Mara: The Chevrolet Fleetmaster post works the same instinct from a different angle. A 46-48 Fleetmaster Aerosedan photographed in the present, described as taking you “back to black and white movies and hard boiled gumshoes.” That connection to the Lost In Japan fiction is not accidental — the 1951 Packard commission and this street photograph are pulling from the same visual era.
Pip: And then there is the phone booth post, which is essentially a small elegy. A photograph of an antique digital phone, paired with the observation that it is “weird to me that these don’t exist anymore.” Collect calls, Christopher Lloyd, and a very specific kind of public-space memory.

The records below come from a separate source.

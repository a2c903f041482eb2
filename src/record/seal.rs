//! Sealing: from the journal of a run that has ended to a record under its name, in bounded memory.

use super::bag;
use super::checkpoints;
use super::circumstances::Circumstances;
use super::draws_file;
use super::fault::RecordFault;
use super::folder::Open;
use super::journal::JournalFile;
use super::trail_file::{self, TrailRow};
use crate::course::{Phase, Quantity};
use crate::engine::trail::{self, Digest, StateHash};
use crate::engine::{Journal, Reader, Stood, Task};
use crate::plan::{CHECKPOINT_BYTES, Keep, Plan};
use crate::report;
use std::collections::BTreeMap;
use std::fs;
use std::io;
use std::path::{Path, PathBuf};

/// The record's files and its run, for archives.
pub const CRATE_METADATA: &str = "data/ro-crate-metadata.json";

/// What is sealed beside the draws.
pub struct Sealing<'a> {
    pub plan: &'a Plan,
    /// Draws a chain in burn-in and after it, of each point; `None` for a point without figures.
    pub lengths: Vec<Option<(u64, u64)>>,
    /// Files rendered from plan and outcome.
    pub files: Vec<(&'static str, Vec<u8>)>,
    /// In hexadecimal.
    pub result_digest: String,
}

/// Writes the record of a run from its journal and gives the folder its name; nothing in it changes any more.
/// The journal is that of the folder, or another's, which stays as it is.
pub fn seal(
    mut open: Open,
    journal: Option<&mut JournalFile>,
    sealing: &Sealing<'_>,
    circumstances: Circumstances,
) -> Result<PathBuf, RecordFault> {
    for inner in ["data/draws", "data/checkpoints"] {
        let path = open.path().join(inner);
        match fs::remove_dir_all(&path) {
            Err(fault) if fault.kind() != io::ErrorKind::NotFound => {
                return Err(RecordFault::disk("clear", &path, &fault));
            }
            _ => {}
        }
        fs::create_dir_all(&path).map_err(|fault| RecordFault::disk("make", &path, &fault))?;
    }
    let journal = journal.unwrap_or(&mut open.journal);
    let shelf = journal.rescan()?;
    let (reader, lacking) = (journal.reader(), journal.lacking());
    let mut rows = Vec::new();
    for (point, lengths) in sealing.lengths.iter().enumerate() {
        if let Some(lengths) = lengths {
            let chains = cut(
                &shelf,
                point,
                sealing.plan.points[point].ensemble.chains,
                *lengths,
            )
            .ok_or_else(|| lacking.clone())?;
            rows.extend(trail_of(sealing.plan, point, &chains)?);
            write_point(open.path(), sealing.plan, point, &chains, &*reader)?;
        }
    }
    let path = open.path().join(trail_file::NAME);
    trail_file::write(&path, &rows).map_err(|fault| RecordFault::disk("write", &path, &fault))?;
    for (name, bytes) in &sealing.files {
        open.write(name, bytes)?;
    }
    let circumstances = circumstances.end(&open, "sealed")?;
    let files = bag::payload(open.path())?;
    let crate_metadata =
        report::crate_metadata(sealing.plan, &sealing.result_digest, &circumstances, &files);
    open.write(CRATE_METADATA, crate_metadata.pretty().as_bytes())?;
    bag::write(open.path(), &sealing.plan.title, &sealing.result_digest)?;
    open.finish()
}

/// The blocks of every chain of a point up to these lengths.
fn cut(
    shelf: &BTreeMap<(usize, usize), Vec<Stood>>,
    point: usize,
    chains: u64,
    (burn_in, draws): (u64, u64),
) -> Option<Vec<Vec<Stood>>> {
    let one = |chain: u64| {
        let stood = shelf.get(&(point, chain as usize))?;
        let (mut phases, mut blocks) = ([0, 0], Vec::new());
        for block in stood {
            let (done, most) = match block.phase {
                Phase::BurnIn => (&mut phases[0], burn_in),
                Phase::Draws => (&mut phases[1], draws),
            };
            if *done + block.draws as u64 > most {
                break;
            }
            *done += block.draws as u64;
            blocks.push(*block);
        }
        (phases == [burn_in, draws]).then_some(blocks)
    };
    (0..chains).map(one).collect()
}

/// The rows of a point's trail. The starts are made again from plan and root.
fn trail_of(
    plan: &Plan,
    point: usize,
    chains: &[Vec<Stood>],
) -> Result<Vec<TrailRow>, RecordFault> {
    let starts = starts(plan, point).map_err(RecordFault::Input)?;
    let mut rows = Vec::new();
    for (chain, (blocks, (state_hash, link))) in chains.iter().zip(starts).enumerate() {
        rows.push(TrailRow {
            point,
            chain,
            block: 0,
            phase: Phase::BurnIn,
            draws: 0,
            draws_digest: trail::plain(&[]),
            state_hash,
            link,
        });
        rows.extend((1..).zip(blocks).map(|(block, stood)| TrailRow {
            point,
            chain,
            block,
            phase: stood.phase,
            draws: stood.draws as u64,
            draws_digest: stood.draws_digest,
            state_hash: stood.state_hash,
            link: stood.link,
        }));
    }
    Ok(rows)
}

/// State hash and link of the start of every chain of a point, from plan and root alone. Fails in words where
/// a chain finds no start.
pub fn starts(plan: &Plan, point: usize) -> Result<Vec<(StateHash, Digest)>, String> {
    let task = Task::of(plan, point);
    let mut starts = Vec::new();
    for chains in task.chains.chunks(crate::engine::WIDEST) {
        let seeds: Vec<_> = chains.iter().map(|chain| chain.seed.clone()).collect();
        let course = task.model.clone().course(&seeds).map_err(|fault| fault.0)?;
        for (lane, chain) in chains.iter().enumerate() {
            let hash = StateHash::of(&course.save(lane));
            starts.push((hash, trail::first_link(&chain.key, &hash)));
        }
    }
    Ok(starts)
}

fn write_point(
    folder: &Path,
    plan: &Plan,
    point: usize,
    chains: &[Vec<Stood>],
    reader: &dyn Reader,
) -> Result<(), RecordFault> {
    let quantities: &[Quantity] = plan.points[point].model.quantities();
    if plan.keep == Keep::Draws {
        for phase in [Phase::BurnIn, Phase::Draws] {
            let of_phase = |blocks: &Vec<Stood>| -> Vec<Stood> {
                blocks
                    .iter()
                    .filter(|block| block.phase == phase)
                    .copied()
                    .collect()
            };
            let blocks: Vec<Vec<Stood>> = chains.iter().map(of_phase).collect();
            if blocks.iter().all(Vec::is_empty) {
                continue;
            }
            let path = folder.join(draws_file::name(point, phase));
            draws_file::write(&path, quantities, &blocks, reader)
                .map_err(|fault| RecordFault::disk("write", &path, &fault))?;
        }
    }
    let count = chains.first().map_or(0, Vec::len);
    let at_hand = |at: usize| chains.iter().all(|blocks| blocks[at].kept);
    let phases: Vec<(Phase, bool)> = (0..count)
        .map(|at| (chains[0][at].phase, at_hand(at)))
        .collect();
    let path = folder.join(checkpoints::name(point));
    let disk = |fault| RecordFault::disk("write", &path, &fault);
    let size = match chains.first().and_then(|blocks| blocks.last()) {
        Some(last) => {
            let state = reader
                .state(last)
                .map_err(|words| disk(io::Error::other(words)))?;
            state.frozen.len() + state.moving.len()
        }
        None => 0,
    };
    let bound = CHECKPOINT_BYTES / plan.points.len() as u64;
    let kept = checkpoints::kept(&phases, size, chains.len(), bound);
    checkpoints::write(&path, chains, &kept, reader).map_err(disk)
}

Mara: The Hoover Dam post steps back to 2021 — family visit, multiple shots, and the note that “to get a nice picture you have to be a distance away. IT’S HUGE.” Scale as a compositional problem.
Pip: The Sunset Near Neah Bay post is the quietest of the set — a coastline photograph available on RedBubble, paired with a detailed flashback covering the Seattle Monorail, Artists At Play playground, and the broader museum complex nearby. Practical travel notes tucked inside a photography post.
Mara: And Coming Soon, Minis rounds out the segment — a 3D printer acquired for free, a photograph of a Kougetsu mini figurine, and an open question to readers about whether three-inch figures are something they want.
Pip: From a 1940s Chevy to a three-inch resin figure — the throughline is objects that carry a story before you add one.
Mara: That instinct for embedded narrative carries into the week’s most direct political work.
Politics And Propaganda Commentary
Pip: The commentary posts this week are doing something deliberate — using art and meme format to make arguments about how Western audiences have been conditioned to see Iran and Zionism.
Mara: The America’s Propaganda on Iran post is blunt: “If you grew up in the west — America, Britain, Canada, all that — you have been fed a steady diet of lies for your whole life.”
Pip: No hedging there.
Mara: The Joe Biden and Robur the Zionist post works the same argument through fiction. Jules Verne’s Robur the Conqueror stands in for a real archetype — the rich Christian Zionist entrepreneur — with the post careful to note that “Zionism is not Judaism and conflating the two is antisemitic. Zionism is a political ideology.” Scheherazade’s Glass Bottle, illustrated by Victor O, frames Iran through mythological imagery rather than argument — the post calls it “one of Iran’s closest held secrets,” now available on RedBubble.
Pip: Satire, prose fiction, and straight photography — all pointed at the same question of who controls the image.
Mara: The throughline this week is authorship — of stories, of images, of the frame around a subject.